Vénuste Niyongabo court ainsi la finale des J.O., comme un coureur de 15. Planqué, enveloppé dans un peloton compact alors qu’un Nyariki puis un Kennedy font le mariole en tête de course. Avant dernier tour en 60’’08, le Burundais se porte méthodiquement en tête aux 500 mètres puis s’envole vers une victoire historique. Flash back : « Si je regarde en arrière, lorsque je gagne les J.O.,  pour moi, tout était au même niveau, j’ai affronté de la même façon un meeting et les J.O. ». Le lendemain de sa victoire, il prend la vraie mesure de celle-ci, son poids, sa portée symbolique : « Je venais de comprendre que j’avais gagné pour mon pays. Le coup d’Etat avait eu lieu le 25 juillet et je gagne le 3 août. Il avait la négativité du coup d’état et la positivité de ma médaille. En rentrant au Burundi, j’ai rencontré des gens de la rébellion. Ils m’ont expliqué que le jour où je gagne cette médaille, c’est le seul jour où la rébellion n’a pas fait la guerre. J’ai compris l’impact d’une médaille pour un pays et comment cela peut jouer pour la réunification ou la solidarité ou la cohésion sociale ».
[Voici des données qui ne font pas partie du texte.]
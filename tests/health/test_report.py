"""The weekly HTML report and the tool-health commands."""

from __future__ import annotations

import json
import re

import pytest
from click.testing import CliRunner

import lotline


def test_render_weekly_report_embeds_plotly_once_and_holds_every_scorecard(demo_report, demo_health):
    text = demo_report.read_text(encoding="utf-8")
    assert text.startswith("<!doctype html>")
    assert len(re.findall(r"plotly\.js v\d", text)) == 1  # the library banner appears once
    assert not re.search(r"<script[^>]+src=", text)  # no external script: everything is inline
    for css in ("scorecard cdsem", "scorecard inspection", "scorecard process"):
        assert f"<table class='{css}'>" in text
    for tool in demo_health.cdsem["tool"].to_list() + demo_health.inspection["tool"].to_list():
        assert tool in text
    assert "OCAP" in text and "safety procedures" in text
    assert f"What changed since {demo_health.previous.label}" in text
    assert text.count('class="plotly-graph-div"') == 7


def test_report_weekly_cli_writes_the_html_and_lists_what_needs_a_look(demo_fab, demo_health, tmp_path):
    out = tmp_path / "week.html"
    res = CliRunner().invoke(lotline.cli, ["report", "weekly", "--db", str(demo_fab[0]), "--out", str(out)])
    assert res.exit_code == 0, res.output
    assert res.output.startswith(f"Week {demo_health.week.label}: wrote {out}")
    assert "INS-B2" in res.output
    assert out.stat().st_size > 1_000_000  # plotly.js is inside


def test_report_weekly_cli_bad_week_reports_the_expected_form(demo_fab, tmp_path):
    res = CliRunner().invoke(
        lotline.cli,
        [
            "report",
            "weekly",
            "--db",
            str(demo_fab[0]),
            "--week",
            "2026-48",
            "--out",
            str(tmp_path / "x.html"),
        ],
    )
    assert res.exit_code == 1
    assert res.output == (
        'Error: not an ISO week (found "2026-48", expected YYYY-Www, e.g. 2026-W48).\n'
        "  Fix: pass --week as year, '-W' and the two-digit ISO week number (01..53).\n"
    )


def test_capacity_cli_times_follow_the_shot_noise_scaling():
    # common practice: rate = k * beams * J * C^2 * pixel^4, k from the reference point (computed here by hand)
    k = 0.8 / (1 * 0.5 * 0.3**2 * 10.0**4)
    rate = k * 9 * 0.5 * 0.3**2 * 10.0**4
    res = CliRunner().invoke(
        lotline.cli,
        [
            "capacity",
            "--beams",
            "9",
            "--current-density",
            "0.5",
            "--contrast",
            "0.3",
            "--pixel-nm",
            "10",
            "--care-area-cm2",
            "5",
            "--reference",
            "1,0.5,0.3,10,0.8",
            "--json",
        ],
    )
    assert res.exit_code == 0, res.output
    out = json.loads(res.output)
    assert out["area_rate_cm2_per_h"] == pytest.approx(rate)
    assert out["s_per_wafer"] == pytest.approx(3600 * 5 / rate)
    assert out["wafers_per_hour"] == pytest.approx(rate / 5)
    assert out["half_size_s_per_wafer"] == pytest.approx(16 * 3600 * 5 / rate)  # 2^4 (domain notes)


def test_capacity_cli_without_reference_prints_only_the_relative_cost():
    res = CliRunner().invoke(
        lotline.cli,
        [
            "capacity",
            "--beams",
            "1",
            "--current-density",
            "0.5",
            "--contrast",
            "0.3",
            "--pixel-nm",
            "10",
            "--care-area-cm2",
            "5",
        ],
    )
    assert res.exit_code == 0
    assert (
        res.output.splitlines()[0]
        == "half the defect size: 16x the scan time (rate ∝ pixel⁴ at fixed current density)."
    )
20 ans plus tard, le Burundi est toujours en proie aux mêmes troubles, aux mêmes démons. En ce mois de novembre, à Cibitoke, c’est une patrouille policière qui subit le feu de rebelles. A Bujumbura, c’est la résidence du Maire qui est attaquée à l’arme lourde. A Kinanira, c’est l’armée qui est visée. A Bwiza, c’est le chaos dans un bar alors que plusieurs grenades éclatent. Vénuste Niyongabo, homme de paix, engagé depuis plusieurs années en soutien à des actions de réconciliation nationale, s’exprime ainsi : « Je me sens honteux Car la guerre n’a pas servi à la population burundaise. Mais comment peuvent-ils rester aussi égoïstes ? Pourquoi n’y-a-t-il personne dans ce pays pour penser au bien être de ce pays ? C’est la destruction des jeunes. L’école ne marche pas, les hôpitaux ne marchent pas. Le sport est utilisé pour la communication des autorités et non pas pour le développement des jeunes ».

Une simple médaille ne peut suffire à guérir toutes les plaies dans une société fragmentée, fragilisée par les attaques récurrentes comme celles qui endeuillent le pays au quotidien. Vénuste ajoute : «Là où je suis, je n’ai pas besoin d’avoir des ennemis, de brutaliser les personnes à vouloir changer les choses. Finalement, ma médaille est arrivée peut-être trop vite».